REQUIRED WORK. Go to the line holding "const zoneContexts = new" in the entries below and write out exactly every line down to and including the line holding "const zoneNamers = new".

Saved entries
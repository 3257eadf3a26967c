import { wallClockToEpoch } from "@/lib/ingest/reading-time";

/**
 * "2026-07-01 13:00 BST": a moment as the clock on site showed it, with the zone's abbreviation
 * so a reader abroad knows which clock. Intl carries the IANA time zone data, so no library is needed.
 */
export function formatInTimeZone(at: Date, timeZone: string, { milliseconds = false } = {}): string {
  const parts = new Intl.DateTimeFormat("en-GB", {
    timeZone,
    year: "numeric",
    month: "2-digit",
    day: "2-digit",
    hour: "2-digit",
    minute: "2-digit",
    ...(milliseconds ? { second: "2-digit", fractionalSecondDigits: 3 } : {}),
    hourCycle: "h23",
    timeZoneName: "short",
  }).formatToParts(at);
  const part = (type: Intl.DateTimeFormatPartTypes) => parts.find((p) => p.type === type)?.value ?? "";
  const seconds = milliseconds ? `:${part("second")}.${part("fractionalSecond")}` : "";
  return `${part("year")}-${part("month")}-${part("day")} ${part("hour")}:${part("minute")}${seconds} ${part("timeZoneName")}`;
}


/** The value a datetime-local input shows for `at` on the clock of `timeZone`: "2026-07-01T13:00". */
export function clockInputValue(at: Date, timeZone: string): string {
  const parts = new Intl.DateTimeFormat("en-CA", { timeZone, year: "numeric", month: "2-digit", day: "2-digit", hour: "2-digit", minute: "2-digit", hourCycle: "h23" }).formatToParts(at);
  const part = (type: Intl.DateTimeFormatPartTypes) => parts.find((p) => p.type === type)?.value ?? "";
  return `${part("year")}-${part("month")}-${part("day")}T${part("hour")}:${part("minute")}`;
}

/** A datetime-local value read on the clock of `timeZone`, as ISO UTC; "" while unset or unreadable. */
export function isoFromClockInput(value: string, timeZone: string): string {
  if (!value) return "";
  const wall = Date.parse(`${value}:00Z`);
  return Number.isNaN(wall) ? "" : new Date(wallClockToEpoch(wall, timeZone)).toISOString();
}
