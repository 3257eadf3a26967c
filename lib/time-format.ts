import { addDays, addMonths, format, startOfDay, startOfMonth } from "date-fns";
import { tz, TZDate } from "@date-fns/tz";

/**
 * The one way the product shows time. A moment reads "2026-12-02 06:10 CET": the clock on site,
 * named, so a reader abroad knows which clock; a day reads "2026-12-02". Every page, chart, e-mail,
 * PDF and CSV a person reads takes its text from here, in the structure's zone (or, on pages about
 * no structure, the configured default zone), while stored instants and the API stay in UTC.
 * Days are the zone's calendar days, so a day across a daylight-saving change has 23 or 25 hours.
 */

/** How finely a moment is shown: minutes on pages and in mail, seconds or milliseconds where events are that close. */
export type Precision = "minute" | "second" | "millisecond";

const MOMENT_PATTERNS: Record<Precision, string> = {
  minute: "yyyy-MM-dd HH:mm",
  second: "yyyy-MM-dd HH:mm:ss",
  millisecond: "yyyy-MM-dd HH:mm:ss.SSS",
};
const DAY_PATTERN = "yyyy-MM-dd";

/** The short parts a chart axis shows beside a line naming the day or year (see lib/series/time-labels.ts). */
export type AxisPart = "year" | "month" | "monthDay" | "minute" | "second" | "day";
const AXIS_PATTERNS: Record<AxisPart, string> = {
  year: "yyyy",
  month: "yyyy-MM",
  monthDay: "MM-dd",
  minute: "HH:mm",
  second: "HH:mm:ss",
  day: DAY_PATTERN,
};

type Moment = Date | number;

// `tz(zone)` builds the zone's date constructor; uPlot asks for thousands of labels per redraw.
const zoneContexts = new Map<string, ReturnType<typeof tz>>();
function inZone(timeZone: string) {
  let context = zoneContexts.get(timeZone);
  if (!context) {
    context = tz(timeZone);
    zoneContexts.set(timeZone, context);
  }
  return { in: context };
}

// British English names the zones of Europe (CET, BST, GMT) and otherwise gives the offset ("GMT-5"): never an invented abbreviation.
const zoneNamers = new Map<string, Intl.DateTimeFormat>();
/** The zone's short name at a moment: "CET", "CEST", "BST", "UTC", or an offset such as "GMT+5:30". */
export function zoneName(at: Moment, timeZone: string): string {
  let namer = zoneNamers.get(timeZone);
  if (!namer) {
    namer = new Intl.DateTimeFormat("en-GB", { timeZone, timeZoneName: "short" });
    zoneNamers.set(timeZone, namer);
  }
  return namer.formatToParts(at).find((part) => part.type === "timeZoneName")?.value ?? timeZone;
}

/** "2026-12-02 06:10 CET": a moment on the zone's clock with the zone named. */
export function formatInTimeZone(at: Moment, timeZone: string, { precision = "minute" }: { precision?: Precision } = {}): string {
  return `${format(at, MOMENT_PATTERNS[precision], inZone(timeZone))} ${zoneName(at, timeZone)}`;
}

/** "2026-12-02": the zone's calendar day a moment falls in. */
export function dayOf(at: Moment, timeZone: string): string {
  return format(at, DAY_PATTERN, inZone(timeZone));
}

/** One part of a chart's time axis ("2026", "2026-03", "03-02", "14:30", "14:30:15", "2026-03-02") on the zone's clock. */
export function axisText(at: Moment, timeZone: string, part: AxisPart): string {
  return format(at, AXIS_PATTERNS[part], inZone(timeZone));
}

const DAY_TEXT = /^(\d{4})-(\d{2})-(\d{2})$/;

function dayParts(day: string): [number, number, number] {
  const match = DAY_TEXT.exec(day);
  if (!match) throw new RangeError(`A day reads YYYY-MM-DD, not "${day}".`);
  return [Number(match[1]), Number(match[2]), Number(match[3])];
}

/** The moment the zone's day "2026-03-29" begins (its local midnight, or the first moment after it where a change skips midnight). */
export function dayStart(day: string, timeZone: string): Date {
  const [year, month, date] = dayParts(day);
  return new Date(startOfDay(new TZDate(year, month - 1, date, 12, timeZone)).getTime());
}

/** The moment after the zone's day "2026-03-29" ends: the next day's start (23 hours later on a spring-forward day). */
export function dayEnd(day: string, timeZone: string): Date {
  return new Date(addDays(dayStart(day, timeZone), 1, inZone(timeZone)).getTime());
}

/** The moment the zone's clocks show `hour`:`minute` on `day`. */
export function atWallClock(day: string, hour: number, minute: number, timeZone: string): Date {
  const [year, month, date] = dayParts(day);
  return new Date(new TZDate(year, month - 1, date, hour, minute, timeZone).getTime());
}

/** The start of the zone's day holding a moment. */
export function startOfZoneDay(at: Moment, timeZone: string): Date {
  return new Date(startOfDay(at, inZone(timeZone)).getTime());
}

/** A calendar month, `month` 1–12. */
export type Month = { year: number; month: number };

/** The calendar month a moment falls in on the zone's clocks. */
export function monthOf(at: Moment, timeZone: string): Month {
  const local = new TZDate(typeof at === "number" ? at : at.getTime(), timeZone);
  return { year: local.getFullYear(), month: local.getMonth() + 1 };
}

/** The moment the zone's month begins (its first local midnight), and the next month's. */
export function monthBounds({ year, month }: Month, timeZone: string): { from: Date; to: Date } {
  const first = startOfMonth(new TZDate(year, month - 1, 15, 12, timeZone));
  return { from: new Date(first.getTime()), to: new Date(addMonths(first, 1, inZone(timeZone)).getTime()) };
}

/**
 * A Date whose local fields (getHours() and so on) show the zone's wall clock at `at`: uPlot
 * places its ticks at whole days and hours of such a Date (its `tzDate` option).
 */
export function zoneWallClock(at: Moment, timeZone: string): Date {
  const local = new TZDate(typeof at === "number" ? at : at.getTime(), timeZone);
  return new Date(local.getFullYear(), local.getMonth(), local.getDate(), local.getHours(), local.getMinutes(), local.getSeconds(), local.getMilliseconds());
}

/** Whether the runtime's time zone data knows an IANA name (or "UTC"). */
export function isTimeZone(name: string): boolean {
  try {
    new Intl.DateTimeFormat("en", { timeZone: name });
    return true;
  } catch {
    return false;
  }
}
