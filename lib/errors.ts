/** Machine codes of the API contract and the HTTP status each one answers with. */
export const ERROR_STATUS = {
  bad_request: 400,
  invalid_json: 400,
  validation_failed: 400,
  unauthorized: 401,
  forbidden: 403,
  not_found: 404,
  method_not_allowed: 405,
  conflict: 409,
  payload_too_large: 413,
  unsupported_media_type: 415,
} as const;

export type ErrorCode = keyof typeof ERROR_STATUS;

/** An error whose message is safe to show to the person or program that caused it. */
export class AppError extends Error {
  readonly code: ErrorCode;
  readonly details?: unknown;

  constructor(code: ErrorCode, message: string, details?: unknown) {
    super(message);
    this.name = "AppError";
    this.code = code;
    this.details = details;
  }

  get status(): number {
    return ERROR_STATUS[this.code];
  }
}

export const notFound = (what: string) => new AppError("not_found", `${what} was not found.`);
export const forbidden = (message = "Your role does not allow this.") => new AppError("forbidden", message);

EXERCISE RESULT.
const zoneContexts = new Map<string, ReturnType<typeof tz>>();
function inZone(timeZone: string) {
  let context = zoneContexts.get(timeZone);
  if (!context) {
    context = tz(timeZone);
    zoneContexts.set(timeZone, context);
  }
  return { in: context };
}

// British English names the zones of Europe (CET, BST, GMT) and otherwise gives the offset ("GMT-5"): never an invented abbreviation.
const zoneNamers = new Map<string, Intl.DateTimeFormat>();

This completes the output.